3B model at 16-bit weights: ~5.59 GiB
3B model at 4-bit weights:  ~1.4 GiB
--------------------------------------------------
7B model at 16-bit weights: ~13.04 GiB
7B model at 4-bit weights:  ~3.26 GiB
--------------------------------------------------
13B model at 16-bit weights: ~24.21 GiB
13B model at 4-bit weights:  ~6.05 GiB
--------------------------------------------------
70B model at 16-bit weights: ~130.39 GiB
70B model at 4-bit weights:  ~32.6 GiB
--------------------------------------------------
3000B model at 16-bit weights: ~5587.94 GiB
3000B model at 4-bit weights:  ~1396.98 GiB
--------------------------------------------------

Benchmarks

Benchmarks try to measure capability in a controlled way. Common examples include:

MMLU for broad academic knowledge
GSM8K for grade-school math word problems
HumanEval for coding tasks
MT-Bench for multi-turn chat quality

Web File

Benchmarks are useful, but they do not fully predict real-world usefulness. A model with higher benchmark scores may still be slower, more expensive, harder to control, or worse for a domain-specific task.

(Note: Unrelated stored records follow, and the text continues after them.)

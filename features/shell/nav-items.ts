import type { Href } from 'expo-router';

import { accountHref, roleHome } from '@/features/auth';
import { calculatorHref } from '@/features/calculator';
import type { Role } from '@/features/session/schema';
import { noticesHref } from '@/features/notices';
import { ridesHref } from '@/features/rides';

export type NavIcon = 'sun' | 'inbox' | 'home' | 'users' | 'activity' | 'user' | 'list' | 'file-text';
export type NavItem = {
  href: Extract<Href, string>;
  label: string;
  icon: NavIcon;
  /** Other path prefixes that belong to this item (the register's pages sit under "Rides"). */
  also?: readonly string[];
};

const rides: NavItem = { href: ridesHref, label: 'Rides', icon: 'list', also: ['/register'] };
/** Notices to operators: an operator's own company's, every notice for the inspection body's staff. */
const notices: NavItem = { href: noticesHref, label: 'Notices', icon: 'file-text' };
const loadCheck: NavItem = { href: calculatorHref, label: 'Load check', icon: 'activity' };
const account: NavItem = { href: accountHref, label: 'Account', icon: 'user' };

/** What each role sees in the navigation, in order. The first item is the role's home. */
export const navItems: Record<Role, NavItem[]> = {
  inspector: [{ href: roleHome.inspector, label: 'Today', icon: 'sun' }, rides, notices, loadCheck, account],
  supervisor: [
    { href: roleHome.supervisor, label: 'Review', icon: 'inbox' },
    rides,
    notices,
    loadCheck,
    account,
  ],
  operator: [{ href: roleHome.operator, label: 'My rides', icon: 'home' }, notices, account],
  admin: [{ href: roleHome.admin, label: 'Admin', icon: 'users' }, rides, notices, loadCheck, account],
};

const under = (prefix: string, pathname: string) => pathname === prefix || pathname.startsWith(`${prefix}/`);

/** True when `pathname` belongs to the nav item (exact or a sub-route, or one of its other prefixes). */
export function isActive(item: NavItem, pathname: string): boolean {
  return under(item.href, pathname) || (item.also ?? []).some((p) => under(p, pathname));
}
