/**
 * The web's split points: one `import()` per bundle module, here and nowhere else. Metro makes a chunk of
 * each import target, and whatever two chunks share moves into the shared chunk (load-shared.web.ts), so
 * grouping screens by area keeps code that only one role uses in that role's chunk.
 */
export const frame = () => import('@/features/shell/bundles/frame');
export const inspector = () => import('@/features/shell/bundles/inspector');
export const review = () => import('@/features/shell/bundles/review');
export const rides = () => import('@/features/shell/bundles/rides');
export const notices = () => import('@/features/shell/bundles/notices');
export const operator = () => import('@/features/shell/bundles/operator');
export const admin = () => import('@/features/shell/bundles/admin');
export const calculator = () => import('@/features/shell/bundles/calculator');
export const account = () => import('@/features/shell/bundles/account');
export const scan = () => import('@/features/shell/bundles/scan');
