/**
 * A travelling ride's set-ups (issue #19): each build-up at a site, from its build-up day to its pull-down
 * day. Making one books the ride's set-up inspection; once built (at once when its build-up day has come)
 * the ride is out of service at the new site under the status rules' `setup_started`, its site follows
 * the set-up, and the operator gets the status notice. The approval of the set-up inspection clears it
 * (`server/review/setup-clearance.ts`, called by the decision). Operators read their own rides' set-ups.
 */
import { and, asc, eq, gte, inArray, lte, ne, type SQL } from 'drizzle-orm';
import { alias } from 'drizzle-orm/sqlite-core';

import { companies, rides, sites, users } from '@/db/server/schema';
import { setupChanges, setups, siteEvents } from '@/db/server/setups';
import {
  setupPendingWords,
  type Setup,
  type SetupInput,
  type SetupState,
  type SetupStateInput,
} from '@/features/registry/schema';
import type { SessionUser } from '@/features/session/schema';
import { checkTransition } from '@/features/rides/status-rules';
import { dayInZone } from '@/lib/dates';
import type { Db } from '@/server/db';
import { conflict, HttpError, notFound } from '@/server/http/errors';
import { issueStatusNotice } from '@/server/notices/issue';
import { queueDay, refreshQueue } from '@/server/queue/queue-refresh';
import { recordAudit } from '@/server/registry/audit';
import { mustFindRide } from '@/server/registry/rides';
import { findSite } from '@/server/registry/sites';
import { applyStatus } from '@/server/review/ride-status';
import { bookSetupInspection, recordSetupChange } from '@/server/review/setup-clearance';
import { defaultTimeZone, resolveZone } from '@/server/schedule-due';

type Tx = Parameters<Parameters<Db['transaction']>[0]>[0];

const changedBy = alias(users, 'changed_by');

const invalid = (path: string, message: string) =>
  new HttpError(400, 'validation_failed', message, [{ path, message }]);

function setupRows(db: Pick<Db, 'select'>, where: SQL | undefined): Setup[] {
  const rows = db
    .select({
      id: setups.id,
      rideId: setups.rideId,
      rideName: rides.name,
      operatorName: companies.name,
      siteId: setups.siteId,
      siteName: sites.name,
      eventId: setups.eventId,
      eventName: siteEvents.name,
      fromDate: setups.fromDate,
      toDate: setups.toDate,
      pitch: setups.pitch,
      state: setups.state,
      createdAt: setups.createdAt,
    })
    .from(setups)
    .innerJoin(rides, eq(rides.id, setups.rideId))
    .innerJoin(companies, eq(companies.id, rides.operatorCompanyId))
    .innerJoin(sites, eq(sites.id, setups.siteId))
    .leftJoin(siteEvents, eq(siteEvents.id, setups.eventId))
    .where(where)
    .orderBy(asc(setups.fromDate), asc(rides.name))
    .all();
  if (rows.length === 0) return [];
  const changes = db
    .select({
      setupId: setupChanges.setupId,
      at: setupChanges.at,
      byName: changedBy.name,
      fromState: setupChanges.fromState,
      toState: setupChanges.toState,
      note: setupChanges.note,
    })
    .from(setupChanges)
    .innerJoin(changedBy, eq(changedBy.id, setupChanges.byUser))
    .where(
      inArray(
        setupChanges.setupId,
        rows.map((r) => r.id),
      ),
    )
    .orderBy(asc(setupChanges.at))
    .all();
  return rows.map((r) => ({
    ...r,
    changes: changes.filter((c) => c.setupId === r.id).map(({ setupId: _, ...c }) => c),
  }));
}

/**
 * Set-ups by ride, site or event, oldest build-up first. `scope` (an operator's company) keeps to that
 * company's rides: at a shared site an operator never sees another operator's rides.
 */
export function listSetups(
  db: Pick<Db, 'select'>,
  query: { rideId?: string; siteId?: string; eventId?: string },
  scope: string | null,
): Setup[] {
  return setupRows(
    db,
    and(
      query.rideId ? eq(setups.rideId, query.rideId) : undefined,
      query.siteId ? eq(setups.siteId, query.siteId) : undefined,
      query.eventId ? eq(setups.eventId, query.eventId) : undefined,
      scope === null ? undefined : eq(rides.operatorCompanyId, scope),
    ),
  );
}

/** A ride's set-ups with their state changes and who made them (for the ride's logbook). */
export function setupsOfRide(db: Pick<Db, 'select'>, rideId: string): Setup[] {
  return setupRows(db, eq(setups.rideId, rideId));
}

function mustFindSetup(db: Pick<Db, 'select'>, id: string): Setup {
  const [found] = setupRows(db, eq(setups.id, id));
  if (!found) throw notFound('No such set-up.');
  return found;
}

function siteToday(db: Pick<Db, 'select'>, zone: string | null, now: Date) {
  return dayInZone(now, resolveZone(zone, defaultTimeZone(db)));
}

function assertInsideEvent(tx: Pick<Db, 'select'>, input: SetupInput) {
  if (!input.eventId) return;
  const event = tx.select().from(siteEvents).where(eq(siteEvents.id, input.eventId)).get();
  if (!event) throw invalid('eventId', 'No such event');
  if (event.siteId !== input.siteId) throw invalid('eventId', 'The event is at another site');
  if (input.fromDate < event.fromDate || input.toDate > event.toDate)
    throw invalid('fromDate', `The event runs from ${event.fromDate} to ${event.toDate}`);
}

/** A ride stands at one place at a time: its set-ups' days never overlap (a pulled-down one has left). */
function assertNoOverlap(tx: Pick<Db, 'select'>, rideId: string, from: string, to: string) {
  const clash = tx
    .select({ fromDate: setups.fromDate, toDate: setups.toDate, siteName: sites.name })
    .from(setups)
    .innerJoin(sites, eq(sites.id, setups.siteId))
    .where(
      and(
        eq(setups.rideId, rideId),
        ne(setups.state, 'pulled_down'),
        lte(setups.fromDate, to),
        gte(setups.toDate, from),
      ),
    )
    .get();
  if (clash)
    throw conflict(
      `The ride is set up at ${clash.siteName} from ${clash.fromDate} to ${clash.toDate}; set-ups of a ride ` +
        'may not overlap.',
      'setup_overlaps',
    );
}

export function createSetup(db: Db, user: SessionUser, input: SetupInput, now: Date, appUrl: string): Setup {
  return db.transaction((tx) => {
    const ride = mustFindRide(tx, input.rideId);
    const site = findSite(tx, input.siteId);
    if (!site) throw invalid('siteId', 'No such site');
    assertInsideEvent(tx, input);
    assertNoOverlap(tx, input.rideId, input.fromDate, input.toDate);
    const at = now.toISOString();
    const { id } = tx
      .insert(setups)
      .values({
        rideId: input.rideId,
        siteId: input.siteId,
        eventId: input.eventId ?? null,
        fromDate: input.fromDate,
        toDate: input.toDate,
        pitch: input.pitch ?? null,
        state: 'planned',
        createdBy: user.id,
        createdAt: at,
      })
      .returning({ id: setups.id })
      .get();
    recordSetupChange(tx, { setupId: id, userId: user.id, from: null, to: 'planned', now });
    recordAudit(tx, {
      userId: user.id,
      entity: 'setup',
      entityId: id,
      action: 'create',
      rideId: ride.id,
      summary: `${ride.name}: set-up at ${site.name} from ${input.fromDate} to ${input.toDate} planned`,
      after: mustFindSetup(tx, id),
    });
    bookSetupInspection(db, tx, user.id, ride.id, now, input.assignedTo);
    // A build-up whose day has come on the site's clock is under way: the ride stops there now.
    if (input.fromDate <= siteToday(tx, site.timeZone, now)) startSetup(db, tx, user, id, null, now, appUrl);
    refreshQueue(tx, queueDay(db, now), [ride.id]);
    return mustFindSetup(tx, id);
  });
}

function moveState(tx: Tx, user: SessionUser, setup: Setup, to: SetupState, note: string | null, now: Date) {
  tx.update(setups).set({ state: to }).where(eq(setups.id, setup.id)).run();
  recordSetupChange(tx, { setupId: setup.id, userId: user.id, from: setup.state, to, note, now });
  recordAudit(tx, {
    userId: user.id,
    entity: 'setup',
    entityId: setup.id,
    action: 'update',
    rideId: setup.rideId,
    summary: `${setup.rideName}: set-up at ${setup.siteName} ${to.replace('_', ' ')}`,
    before: { state: setup.state },
    after: { state: to, note },
  });
}

/** The ride's place follows its set-up (null: in store between set-ups). */
function moveRide(tx: Tx, userId: string, rideId: string, siteId: string | null) {
  const before = mustFindRide(tx, rideId);
  if (before.siteId === siteId) return;
  tx.update(rides).set({ siteId }).where(eq(rides.id, rideId)).run();
  const after = mustFindRide(tx, rideId);
  recordAudit(tx, {
    userId,
    entity: 'ride',
    entityId: rideId,
    action: 'update',
    rideId,
    summary: `Ride ${after.name} moved to ${after.siteName ?? 'store'} (set-up)`,
    before,
    after,
  });
}

/**
 * Built at the site: earlier set-ups still standing are pulled down, the ride's site becomes this one and
 * the ride is out of service until its set-up inspection is approved (the status rules' `setup_started`,
 * with its notice). A ride already out of service stays so, for its own cause.
 */
function startSetup(
  db: Db,
  tx: Tx,
  user: SessionUser,
  setupId: string,
  note: string | null,
  now: Date,
  appUrl: string,
) {
  const setup = mustFindSetup(tx, setupId);
  for (const standing of setupRows(
    tx,
    and(
      eq(setups.rideId, setup.rideId),
      inArray(setups.state, ['set_up', 'cleared']),
      ne(setups.id, setupId),
    ),
  ))
    moveState(tx, user, standing, 'pulled_down', `Moved on to ${setup.siteName}`, now);
  moveState(tx, user, setup, 'set_up', note, now);
  moveRide(tx, user.id, setup.rideId, setup.siteId);
  const ride = mustFindRide(tx, setup.rideId);
  const reason = setupPendingWords(setup.siteName);
  const check = checkTransition(ride.status, 'setup_started', user.role, { reason });
  if (!check.ok) return;
  applyStatus(tx, {
    userId: user.id,
    rideId: ride.id,
    event: 'setup_started',
    to: check.to,
    override: false,
    reason,
    now,
  });
  issueStatusNotice(tx, { rideId: ride.id, userId: user.id, now, appUrl, reason });
}

/** `POST /setups/:id/state`: built (planned → set up) or pulled down. */
export function changeSetupState(
  db: Db,
  user: SessionUser,
  id: string,
  input: SetupStateInput,
  now: Date,
  appUrl: string,
): Setup {
  return db.transaction((tx) => {
    const setup = mustFindSetup(tx, id);
    if (input.state === 'set_up') {
      if (setup.state !== 'planned')
        throw conflict(`This set-up is already ${setup.state.replace('_', ' ')}.`, 'setup_state');
      startSetup(db, tx, user, id, input.note ?? null, now, appUrl);
    } else {
      if (setup.state === 'pulled_down') throw conflict('This set-up is already pulled down.', 'setup_state');
      moveState(tx, user, setup, 'pulled_down', input.note ?? null, now);
      const ride = mustFindRide(tx, setup.rideId);
      if (ride.siteId === setup.siteId && setup.state !== 'planned') moveRide(tx, user.id, ride.id, null);
      bookSetupInspection(db, tx, user.id, setup.rideId, now);
    }
    refreshQueue(tx, queueDay(db, now), [setup.rideId]);
    return mustFindSetup(tx, id);
  });
}
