/**
 * The code that two or more signed-in bundles share sits in one chunk of the web export (`__common`).
 * Expo's page would load it with the entry, before the sign-in form; scripts/build-web.ts takes it out
 * of index.html and leaves its address in `<meta name="pivotwatch-shared">`. The bundles' modules require
 * what it defines, so every bundle is imported only after `loadShared()` has run it (lazy-screen.tsx).
 */
import { firstScreenSettled } from '@/components/first-screen';

let shared: Promise<void> | null = null;

export function sharedChunkUrl(): string | null {
  return document.querySelector('meta[name="pivotwatch-shared"]')?.getAttribute('content') || null;
}

/** Runs the shared chunk once (no-op in development, where there is no such chunk). */
export function loadShared(): Promise<void> {
  if (shared) return shared;
  const src = sharedChunkUrl();
  if (!src) return (shared = Promise.resolve());
  shared = new Promise<void>((resolve, reject) => {
    const script = document.createElement('script');
    script.src = src;
    script.onload = () => resolve();
    script.onerror = () => {
      // Offline before the service worker held it, or the server away: the next attempt tries again.
      script.remove();
      shared = null;
      const err = new Error('Pivotwatch could not load its screens. Check the connection and try again.');
      err.name = 'ChunkLoadError';
      reject(err);
    };
    document.head.appendChild(script);
  });
  return shared;
}

/** How long after the first screen the rest of a role's areas wait for the service worker at most. */
const BACKGROUND_AFTER_MS = 5000;
/** How long the rest of a role's areas wait for the first screen to say it has its content, at most. */
const FIRST_SCREEN_MAX_MS = 20_000;
/** Then a pause, for the person's first look and taps (and for drawing what came with the content). */
const AFTER_FIRST_SCREEN_MS = 2000;

/**
 * Whether a service worker controlled this page when it loaded: its precache was complete then, so every
 * chunk of this version can come from it with no network, and nothing needs loading ahead.
 */
const heldAtStart = typeof navigator !== 'undefined' && navigator.serviceWorker?.controller != null;

/**
 * Resolves `true` once the first screen has its content (first-screen.ts), two seconds have passed, and then the service worker
 * controls the page (its precache is complete, so chunks come from it) or a few seconds have passed,
 * whichever is first; `false` straight away when a worker already held the page at start (a reload,
 * offline or not), where loading the other areas ahead would only compete with the first screen for the
 * main thread.
 */
export async function backgroundMoment(): Promise<boolean> {
  if (heldAtStart) return false;
  await firstScreenSettled(FIRST_SCREEN_MAX_MS);
  await new Promise((resolve) => setTimeout(resolve, AFTER_FIRST_SCREEN_MS));
  return new Promise((resolve) => {
    const sw = typeof navigator !== 'undefined' ? navigator.serviceWorker : undefined;
    if (!sw || sw.controller) return resolve(true);
    const timer = setTimeout(() => resolve(true), BACKGROUND_AFTER_MS);
    sw.addEventListener(
      'controllerchange',
      () => {
        clearTimeout(timer);
        resolve(true);
      },
      { once: true },
    );
  });
}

Always test models on your own data and your own workflow.

A good reading habit is to ask:

what exactly is being measured?
does the benchmark match my real task?
was the model optimized specifically for this test?
what trade-offs are hidden, such as latency or cost?

Benchmark results are signals, not final answers.

Activity

For each scenario below, decide whether an LLM is a strong fit, a weak fit, or only safe with verification:

Extract sampling dates and locations from PDF cruise reports.
Provide final medical advice to a patient.
Draft three versions of a project abstract.
Produce exact legal citations checking the source documents.
Summarize ten papers and compare their methods in a table.
NetCDF Scientific data assistant to …
- Turn the analysis into a report for a paper/project
- Detect potential issues: units, calendar, incorrect variables, inverted coordinates.
- Create a dataset quality checklist.

Discuss your choices!

Extension questions:

Which of these tasks would benefit from grounding in supplied documents?
Which ones require a human expert to approve the final answer?
Which ones are mainly about speed and productivity, and which ones are high-risk?